Disciplined Agile

Agile Coach Approach

Agile/lean is driven by “business value.” The goal is to meet the customer’s value and quality objectives and to deliver as much value to the customer as they can consume, as quickly as possible, in the most efficient manner possible, in a sustainable way.

Getting there involves a transition from old to new ways of working. In between is the “neutral zone” in which people must come to embrace the changes: changes in organizational processes and approaches and changes in how work is done at the team level. It involves embracing new mindsets.

Successful transitions require teams to plan, attend to, and manage the entire transition journey. This includes sponsorship, stakeholder engagement, vision, messaging, status, impediments, and adjustments.

The agile coach is an important part of the transition plan. The coach is the interface between leadership, the transition team, and the teams going through the transition. In many ways, the agile coach is the face of the transition at the ground level: attending to processes, surfacing impediments, communicating the plan, developing and realizing the roadmap. (See Where to begin your transition to agile/lean)

The agile coach is always thinking about helping the organization and teams learn to drive their processes and flow from business value; they see that the value stream can be managed so that the organization is spending just enough effort to discover and deliver value quickly and sustainably.

The Practice of Coaching

Coaching is the practice of supporting individuals, teams, and an organization through the process of improving their ways of working. It differs from consulting, mentoring, and training; it involves more questioning and facilitating than doing particular tasks for the person or team or organization. It is more focused on process, discovery, transition, leadership, and mindset than it is on particular projects. The goal is to help the people to develop a new mindset, to acquire a new set of tools, and to make adjustments to processes and structures. The coach helps them gain confidence and effectiveness so that they can sustain the gains.

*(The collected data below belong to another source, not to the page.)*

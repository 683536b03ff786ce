import { sql } from "kysely";
import type { Db } from "../db";

export const insertReset = (db: Db, v: { userId: string; tokenHash: string; expiresAt: Date }) =>
  db.insertInto("passwordResets").values(v).returning("id").executeTakeFirstOrThrow();

export const countRecent = async (db: Db, userId: string, since: Date) =>
  Number(
    (
      await db
        .selectFrom("passwordResets")
        .select((eb) => eb.fn.countAll<number>().as("n"))
        .where("userId", "=", userId)
        .where("createdAt", ">", since)
        .executeTakeFirstOrThrow()
    ).n,
  );

export const findByTokenHash = (db: Db, tokenHash: string, lock = false) => {
  const q = db
    .selectFrom("passwordResets")
    .innerJoin("users", "users.id", "passwordResets.userId")
    .select([
      "passwordResets.id",
      "passwordResets.userId",
      "passwordResets.expiresAt",
      "passwordResets.usedAt",
      "users.email",
      "users.suspendedAt",
    ])
    .where("passwordResets.tokenHash", "=", tokenHash);
  return (lock ? q.forUpdate("passwordResets") : q).executeTakeFirst();
};

/** Every outstanding link of the user stops working once one of them has been used. */
export const useAllFor = (db: Db, userId: string) =>
  db
    .updateTable("passwordResets")
    .set({ usedAt: new Date() })
    .where("userId", "=", userId)
    .where("usedAt", "is", null)
    .execute();

/** Holds the person's reset requests until the transaction ends: requests arriving together are counted one by one. */
export const lockResetsOf = (trx: Db, userId: string) =>
  sql`select pg_advisory_xact_lock(hashtext(${"password-reset:" + userId}))`.execute(trx);
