import { useDeferredValue } from "react";
import { Link } from "react-router";
import { SafetyNotice } from "../../../components/safety-notice";
import { visibleNav } from "../../../config/nav";
import { paths } from "../../../config/paths";
import { ProgressSummary } from "../../../features/inventory/components/progress-summary";
import type { Role } from "../../../domain/vocab";
import { useSiteContext } from "./site-layout";
import { can } from "../../../domain/permissions";

const HOME: Record<Role | "admin", { title: string; intro: string }> = {
  curator: {
    title: "Restoration lead's desk",
    intro: "Decide dispositions, order the repairs and guard the original fabric.",
  },
  volunteer: { title: "Teardown log", intro: "Find a position, grade what you see, log every move of a part." },
  photographer: {
    title: "Photo desk",
    intro: "Shoot every position as found and through the work, then upload in bulk.",
  },
  scrounger: { title: "Parts hunt", intro: "Work the wanted list: leads, prices and what has arrived." },
  viewer: { title: "Progress", intro: "Follow the boards as they come back, read-only." },
  admin: {
    title: "Site administration",
    intro: "You are an instance admin on this site: everything the curator can do.",
  },
};

export default function SiteHome() {
  const { site, role } = useSiteContext();
  const home = HOME[role];
  const links = visibleNav(role).filter((n) => n.label !== "Overview");
  // Drawn one render after the rest, with the summary's breakdowns (ProgressSummary), so it never moves down the
  // screen when they come.
  const below = useDeferredValue(true, false);
  return (
    <div className="space-y-4">
      <section aria-labelledby="home-title" data-testid={`home-${role}`}>
        <h1 id="home-title" className="text-2xl font-bold">
          {home.title}
        </h1>
        <p className="mt-1 text-mist">{home.intro}</p>
        {site.description && <p className="mt-3 max-w-3xl">{site.description}</p>}
      </section>
      {links.length > 0 && (
        <ul className="grid gap-3 sm:grid-cols-3">
          {links.map((n) => (
            <li key={n.label}>
              <Link
                to={n.href(site.id)}
                className="block rounded-lg bg-hull-850 p-4 font-semibold text-chalk no-underline ring-1 ring-hull-700 hover:ring-brass-400"
              >
                {n.label}
              </Link>
            </li>
          ))}
        </ul>
      )}
      <ProgressSummary
        siteId={site.id}
        boardHref={(b) => paths.board.href(site.id, b)}
        floodHref={can(role, "inventory.curate") ? paths.floodEvents.href(site.id) : undefined}
      />
      {below && <SafetyNotice />}
    </div>
  );
}
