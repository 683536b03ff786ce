import { Kysely, sql } from "kysely";

// The inventory core: flood events, boards, sections, positions, components, the survey
// (inspections, dispositions, custody) and the audit trail; also the photo and defect
// tables other features hang on. Frozen in time: never import app code here.

const list = (values: readonly string[]) => sql.raw(values.map((v) => `'${v}'`).join(", "));
const KINDS = [
  "molded_case_breaker",
  "power_breaker",
  "meter",
  "ground_lamp",
  "fuse",
  "switch",
  "bus_tie",
  "busbar",
  "transformer",
  "relay",
  "terminal_strip",
  "other",
];
const CUSTODY = ["in_place", "removed", "in_workshop", "ready_to_refit", "refitted", "scrapped", "missing"];
const DISPOSITIONS = ["clean", "rebuild", "replace", "source"];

Agile coaches seek to build the capability of management, teams, and individuals so that they can quickly become self-sustaining. This involves ever-increasing competency in specific knowledge and skills. The end result is an organization that is well on its way in the transition to an enterprise with the foundation, direction, and process guidance to get there.

The agile coach may use any number of approaches depending on particular needs of the client: directive, Socratic, hands-on, or letting the team run. Every approach must be based on core principles:

  • Business value. Agile coaching helps organizations improve the flow of business value in their software development process. Everything is measured by increasing the flow of value. We employ agile principles and practices to address four facets of the value stream: management, the business, team delivery processes, and specific team technical practices.
  • Lean principles. Agile coaching is founded on lean principles as applied to software development. Management focuses on improving the flow of value across the whole value stream from idea to consumption. Teams eliminate waste and delay through better process, perfected testing, and pattern-based thinking. Teams may use an iterative agile approach, a kanban-based approach, or some hybrid as fits their situation.
  • Bias for action and learning. Agile coaching emphasizes continuous improvement and learning with a bias for “learning while doing.” Coaches help management to manage the transition and help the organization to close the gaps between knowing and doing.
  • Knowledge transfer. To become proficient and execute well, lean-agile requires people to develop the right mindset and gain skill in the practices. This is achieved through a combination of classroom-based, participatory training and on-the-job coaching. The right mix depends on the needs, availability, and culture of the teams.
  • Commitment to service. Coaching requires a strong commitment to service, continual introspection, and understanding about what coaching is. It requires concentrating on the person being coached and what they need to learn. Their rate of progress is not a reflection on you, the coach. The goal is for them to make some progress.